Abstract: Several mathematical models have been proposed for kinship studies. We propose an alternate structural model designed to be so simple logically and intuitively that it can be understood and used by anyone, with a minimum of complication. It is called a P-system, which is short for parental system. The P-system incorporates the best features of each of the previous models of kinship: a single relation of parentage, graphs embedded within the nodes of other graphs, and segregation of higher level descent and marriage structure from nuclear family structure. The latter is also the key conceptual distinction used by Lévi-Strauss (1969) in the theory of marriage alliance. While a P-system is used to represent a concrete network of kinship and marriage relationships, this network also constitutes a system in the sense that it contains multiple levels where each level is a graph in which each node contains another graph structure. In sum, the connections between the nodes at the outer level in a P-system are especially useful in the analysis of marriage and descent, while at inner level we can describe how individuals are embedded in the kinship structure.

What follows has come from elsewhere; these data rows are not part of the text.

package org.foreseal.rule;

import static org.junit.jupiter.api.Assertions.assertEquals;
import static org.junit.jupiter.api.Assertions.assertFalse;
import static org.junit.jupiter.api.Assertions.assertThrows;
import static org.junit.jupiter.api.Assertions.assertTrue;

import java.io.IOException;
import java.nio.file.Files;
import java.nio.file.Path;
import java.util.List;
import java.util.Map;
import java.util.Random;
import java.util.Set;
import java.util.TreeSet;
import java.util.stream.Collectors;
import org.foreseal.quantity.BadInputException;
import org.junit.jupiter.api.Test;
import org.junit.jupiter.api.io.TempDir;
import org.junit.jupiter.params.ParameterizedTest;
import org.junit.jupiter.params.provider.CsvSource;

/** Every kind of bad rule is planted once and must be found, with file and line. */
class RuleLoadingTest {
  private static final String GOOD =
      """
      family: own
      about: rules of the reader
      rules:
        - id: own-decarboxylation
          title: acid to alkane and CO2
          smirks: "[C;X4:1][C:2](=[O:3])[O:4][H:5]>>[C:1][H:5].[O:3]=[C:2]=[O:4]"
          applies-to: any saturated acid
          needs: [[water], []]
          helped-by: [metal]
          window-C: [250, 400]
          prominence: 2
          guards:
            - reason: not next to a hydroxyl
              holds: "[OX2H1][CX4]"
              stops: ["OCC(=O)O"]
          sources:
            - {key: common-practice}
          examples:
            - {from: ["CC(=O)O"], to: ["C", "O=C=O"]}
          counter-examples:
            - ["OC(=O)c1ccccc1"]
      species-limits:
        - {id: own-limit, reason: none of these, holds: "[OX2][OX2]", refuses: ["COOC"], accepts: ["COC"]}
      """;

  private static RuleLibrary library(String yaml) {
    return RuleLibrary.of(Map.of("own.yaml", yaml));
  }

  @Test
  void aGoodRuleLoadsAndPasses() {
    RuleLibrary library = library(GOOD);
    assertEquals(List.of(), RuleCheck.run(library, Set.of()));
    Rule rule = library.find("own-decarboxylation").orElseThrow();
    assertEquals("own", rule.family());
    assertEquals(4, rule.place().line());
    assertTrue(rule.standsFor().isEmpty());
    assertEquals("water, or heat alone", rule.needsInWords());
  }

  @ParameterizedTest
  @CsvSource(
      delimiterString = " -> ",
      quoteCharacter = '`',
      value = {
        "id: own-decarboxylation -> id: Own Rule -> 4 -> is not a rule id",
        "title: acid to alkane and CO2 -> titel: x -> 5 -> unknown key 'titel'",
        "title: acid to alkane and CO2 -> note: x -> 4 -> 'title' is missing",
        "[O:4][H:5]>> -> [O:4]>> -> 6 -> only among the products",
        "[C:1][H:5].[O:3] -> [C:1].[O:3] -> 6 -> only among the reactants",
        "[C;X4:1][C:2] -> [C;X4:1[C:2] -> 6 -> SMARTS not understood",
        "needs: [[water], []] -> needs: [[watter]] -> 8 -> nothing a run can offer",
        "needs: [[water], []] -> needs: [water] -> 8 -> a list is expected",
        "window-C: [250, 400] -> window-C: [400, 250] -> 10 -> ends before it begins",
        "window-C: [250, 400] -> window-C: [250] -> 10 -> two temperatures",
        "window-C: [250, 400] -> window-C: [warm, 400] -> 10 -> not a whole number",
        "prominence: 2 -> prominence: 7 -> 11 -> out of range",
        "prominence: 2 -> reactants: some -> 4 -> 'prominence' is missing",
        "holds: \"[OX2H1][CX4]\" -> holds: \"[OX2H1\" -> 14 -> SMARTS not understood",
        "holds: \"[OX2H1][CX4]\" -> at-most: 3 -> 13 -> exactly one test",
        "holds: \"[OX2H1][CX4]\" -> not-with: gold -> 14 -> nothing a run can offer",
        "holds: \"[OX2H1][CX4]\" -> partners: nobody -> 14 -> unknown word for partners",
        "- {key: common-practice} -> [] -> 4 -> the rule has no source",
        "- {key: common-practice} -> - {says: nothing} -> 17 -> 'key' is missing",
        "- {from: [\"CC(=O)O\"], to: [\"C\", \"O=C=O\"]} -> [] -> 4 -> the rule has no example",
        "family: own -> famly: own -> 1 -> unknown key 'famly'",
        "rules: -> rules: [ -> 3 -> not valid YAML",
        "about: rules of the reader -> family: twice -> 2 -> given twice"
      })
  void aPlantedFaultIsFoundWithItsLine(String good, String bad, int line, String complaint) {
    String yaml = GOOD.replace(good, bad);
    assertFalse(yaml.equals(GOOD), "the fault was not planted");
    BadInputException e = assertThrows(BadInputException.class, () -> library(yaml));
    assertTrue(e.report().contains(complaint), e::report);
    assertEquals("own.yaml", e.place().source());
    assertEquals(line, e.place().line(), e::report);
    assertFalse(e.hint().isBlank());
  }

  @ParameterizedTest
  @CsvSource(
      delimiterString = " -> ",
      quoteCharacter = '`',
      value = {
        "to: [\"C\", \"O=C=O\"] -> to: [\"CC\", \"O=C=O\"] -> should give",
        "from: [\"CC(=O)O\"] -> from: [\"CC(=O)O\", \"O\"] -> has not 1 reactants",
        "from: [\"CC(=O)O\"] -> from: [\"CC(=O)Q\"] -> SMILES not understood",
        "- [\"OC(=O)c1ccccc1\"] -> - [\"CCC(=O)O\"] -> counter-example",
        "stops: [\"OCC(=O)O\"] -> stops: [\"CC(=O)O\"] -> does not refuse its own case",
        "stops: [\"OCC(=O)O\"] -> stops: [\"CCO\"] -> does not need the guard",
        "prominence: 2 -> reverse: no-such-rule\\n    prominence: 2 -> is no rule",
        "prominence: 2 -> stands-for: [no-such-rule]\\n    prominence: 2 -> is no rule",
        "refuses: [\"COOC\"] -> refuses: [\"COC\"] -> does not refuse COC",
        "accepts: [\"COC\"] -> accepts: [\"COOC\"] -> refuses COOC"
      })
  void aRuleThatFailsItsOwnSelfTestsIsNamed(String good, String bad, String complaint) {
    String yaml = GOOD.replace(good, bad.replace("\\n", "\n"));
    assertFalse(yaml.equals(GOOD), "the fault was not planted");
    String failures =
        RuleCheck.run(library(yaml), Set.of()).stream()
            .map(Object::toString)
            .collect(Collectors.joining("\n"));
    assertTrue(failures.contains(complaint), failures);
  }

  @Test
  void aRuleStandsOnceInALibrary() {
    BadInputException e =
        assertThrows(
            BadInputException.class, () -> RuleLibrary.of(Map.of("a.yaml", GOOD, "b.yaml", GOOD)));
    assertTrue(e.report().contains("stands also at a.yaml:4"), e::report);
  }

  @Test
  void anOwnFolderAddsAndReplaces(@TempDir Path folder) throws IOException {
    Files.writeString(
        folder.resolve("own.yaml"), GOOD.replace("own-decarboxylation", "decarboxylation-alkyl"));
    Files.writeString(folder.resolve("more.yaml"), GOOD.replace("own-limit", "other-limit"));
    Files.writeString(folder.resolve("notes.txt"), "not a rule file");
    RuleLibrary builtIn = RuleLibrary.builtIn();
    RuleLibrary both = builtIn.with(RuleLibrary.folder(folder));
    assertEquals(builtIn.rules().size() + 1, both.rules().size());
    assertEquals("own", both.find("decarboxylation-alkyl").orElseThrow().family());
    assertFalse(builtIn.digest().equals(both.digest()));
  }

  @Test
  void everyBuiltInFileIsInTheIndexAndEverySourceKeyResolves() throws IOException {
    Path folder = Path.of("rules");
    try (var files = Files.list(folder)) {
      assertEquals(
          files
              .map(f -> f.getFileName().toString())
              .filter(f -> f.endsWith(".yaml"))
              .sorted()
              .toList(),
          Files.readAllLines(folder.resolve("index.txt")));
    }
    Set<String> keys = new TreeSet<>(Bibliography.builtIn().keys());
    Set<String> used =
        RuleLibrary.builtIn().rules().stream()
            .flatMap(r -> r.sources().stream())
            .map(Citation::key)
            .collect(Collectors.toSet());
    assertTrue(
        keys.containsAll(used),
        () -> "unresolved: " + used.stream().filter(k -> !keys.contains(k)).toList());
    keys.removeAll(used);
    assertEquals(Set.of(), keys, "references nothing cites");
  }

  @Test
  void damagedRuleFilesEndInAComplaintOrLoad() {
    long seed = Long.getLong("tests.seed", 20261201L);
    Random random = new Random(seed);
    int refused = 0;
    for (int i = 0; i < 2000; i++) {
      StringBuilder yaml = new StringBuilder(GOOD);
      for (int k = 0; k <= random.nextInt(4); k++) {
        int at = random.nextInt(yaml.length());
        switch (random.nextInt(4)) {
          case 0 -> yaml.deleteCharAt(at);
          case 1 -> yaml.insert(at, "[]{}:-\"'>#\n\t%&*!|".charAt(random.nextInt(17)));
          case 2 -> yaml.setLength(Math.max(1, at));
          default -> yaml.setCharAt(at, (char) (32 + random.nextInt(95)));
        }
      }
      try {
        RuleCheck.run(library(yaml.toString()), Set.of());
      } catch (BadInputException e) {
        refused++;
        assertFalse(e.hint().isBlank(), "seed " + seed + " case " + i);
      }
    }
    assertTrue(refused > 200, "seed " + seed + ": only " + refused + " refused");
  }
}
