package org.foreseal.report;

import com.fasterxml.jackson.databind.JsonNode;
import com.fasterxml.jackson.databind.ObjectMapper;
import java.io.IOException;
import java.io.InputStream;
import java.io.UncheckedIOException;
import java.util.ArrayList;
import java.util.List;
import java.util.Set;
import java.util.stream.Stream;
import java.util.stream.StreamSupport;

/**
 * Checks a JSON tree against the part of JSON Schema that our schemas use. A word it does not know
 * is an error, so that a schema cannot say more than is checked.
 */
public final class SchemaCheck {
  private static final Set<String> WORDS =
      Set.of(
          "$schema",
          "$defs",
          "$ref",
          "title",
          "description",
          "type",
          "enum",
          "anyOf",
          "required",
          "properties",
          "additionalProperties",
          "items",
          "minItems",
          "minLength",
          "pattern",
          "minimum",
          "maximum",
          "exclusiveMinimum",
          "minProperties",
          "maxProperties");

  private final JsonNode root;

  private SchemaCheck(JsonNode root) {
    this.root = root;
  }

  /** A schema of the resource folder {@code schemas}. */
  public static SchemaCheck load(String name) {
    try (InputStream in = SchemaCheck.class.getResourceAsStream("/schemas/" + name)) {
      return new SchemaCheck(new ObjectMapper().readTree(in));
    } catch (IOException e) {
      throw new UncheckedIOException(e);
    }
  }

  /** What does not fit, with its place; empty when all fits. */
  public List<String> faults(JsonNode instance) {
    return faults(root, instance, "$");
  }

  private List<String> faults(JsonNode schema, JsonNode value, String at) {
    List<String> faults = new ArrayList<>();
    schema.fieldNames().forEachRemaining(word -> refuseUnknown(word));
    if (schema.has("$ref")) {
      String name = schema.get("$ref").asText().replace("#/$defs/", "");
      faults.addAll(faults(root.get("$defs").get(name), value, at));
    }
    if (schema.has("anyOf")) {
      anyOf(schema.get("anyOf"), value, at, faults);
    }
    if (schema.has("enum") && stream(schema.get("enum")).noneMatch(value::equals)) {
      faults.add(at + ": " + value + " is none of " + schema.get("enum"));
    }
    if (schema.has("type") && stream(schema.get("type")).noneMatch(t -> isOf(t.asText(), value))) {
      faults.add(at + ": " + value + " is no " + schema.get("type"));
      return faults;
    }
    scalar(schema, value, at, faults);
    if (value.isObject()) {
      object(schema, value, at, faults);
    }
    if (value.isArray()) {
      array(schema, value, at, faults);
    }
    return faults;
  }

  private static void refuseUnknown(String word) {
    if (!WORDS.contains(word)) {
      throw new IllegalArgumentException("schema word " + word + " is not checked");
    }
  }

  private void anyOf(JsonNode choices, JsonNode value, String at, List<String> faults) {
    List<String> all = new ArrayList<>();
    for (JsonNode choice : choices) {
      List<String> found = faults(choice, value, at);
      if (found.isEmpty()) {
        return;
      }
      all.addAll(found);
    }
    faults.addAll(all);
  }

  private static void scalar(JsonNode schema, JsonNode value, String at, List<String> faults) {
    if (value.isNumber()) {
      double number = value.asDouble();
      boolean isLow =
          number < schema.path("minimum").asDouble(Double.NEGATIVE_INFINITY)
              || number <= schema.path("exclusiveMinimum").asDouble(Double.NEGATIVE_INFINITY);
      boolean isHigh = number > schema.path("maximum").asDouble(Double.POSITIVE_INFINITY);
      if (isLow || isHigh) {
        faults.add(at + ": " + value + " is out of range");
      }
    }
    if (value.isTextual()) {
      if (value.asText().length() < schema.path("minLength").asInt(0)) {
        faults.add(at + ": too short");
      }
      if (schema.has("pattern")
          && !value.asText().matches(".*" + schema.get("pattern").asText() + ".*")) {
        faults.add(at + ": " + value + " does not match");
      }
    }
  }

  private void object(JsonNode schema, JsonNode value, String at, List<String> faults) {
    for (JsonNode key : schema.path("required")) {
      if (!value.has(key.asText())) {
        faults.add(at + ": no " + key.asText());
      }
    }
    int size = value.size();
    if (size < schema.path("minProperties").asInt(0)
        || size > schema.path("maxProperties").asInt(Integer.MAX_VALUE)) {
      faults.add(at + ": " + size + " keys");
    }
    value
        .fieldNames()
        .forEachRemaining(
            key -> {
              JsonNode property = schema.path("properties").path(key);
              if (!property.isMissingNode()) {
                faults.addAll(faults(property, value.get(key), at + "." + key));
              } else if (!schema.path("additionalProperties").asBoolean(true)) {
                faults.add(at + ": unknown key " + key);
              }
            });
  }

  private void array(JsonNode schema, JsonNode value, String at, List<String> faults) {
    if (value.size() < schema.path("minItems").asInt(0)) {
      faults.add(at + ": only " + value.size() + " items");
    }
    if (schema.has("items")) {
      for (int i = 0; i < value.size(); i++) {
        faults.addAll(faults(schema.get("items"), value.get(i), at + "[" + i + "]"));
      }
    }
  }

  private static boolean isOf(String type, JsonNode value) {
    return switch (type) {
      case "object" -> value.isObject();
      case "array" -> value.isArray();
      case "string" -> value.isTextual();
      case "number" -> value.isNumber();
      case "integer" -> value.isIntegralNumber();
      case "boolean" -> value.isBoolean();
      case "null" -> value.isNull();
      default -> throw new IllegalArgumentException("type " + type);
    };
  }

  private static Stream<JsonNode> stream(JsonNode node) {
    return node.isArray() ? StreamSupport.stream(node.spliterator(), false) : Stream.of(node);
  }
}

The early exemplars and definitions for Pajek reading, representation, and analysis of genealogical networks are described in the following article:

1999 Douglas R. White, Vladimir Batagelj and Andrej Mrvar, Analyzing Large Kinship and Marriage Networks with Pgraph and Pajek, Social Science Computer Review 17(3):245-274. For the Sage Article pdf see: http://eclectic.ss.uci.edu/~drwhite/pw/AnalyzingLargeKinshipNetworks1999.pdf

Abstract: The p-graph approach that has proven an invaluable aid to the study of kinship, marriage and genealogical network analysis is explicated here in terms of solving five key conceptual problems of network studies, including that of identifying subgroup boundaries -- and combined with a computer package for sparse-network algorithmic analysis and visual representation of large (up to 90,000 node) networks. The results of this new marriage between graph-theoretical analysis, computer science, network anthropology and network-visualized social history are illustrated for a 1600- person social system consisting of an entire Turkish nomad society, with a relinking density of 75%, the highest density of structural endogamy yet recorded. It is shown how the algorithmic, analytic and graph-editing technology of this new concatenation of elements for network analysis leads to striking new understandings of social structure and social processes, and how to prepare visualizations of discoverable emergent properties of structure in such a large and dense network. This article reviews the developments and contributions of the authors to the evolution of these tools and methods for large-scale network analysis, and provides a complete series of guides and illustrations for the reader to utilize the two software packages discussed.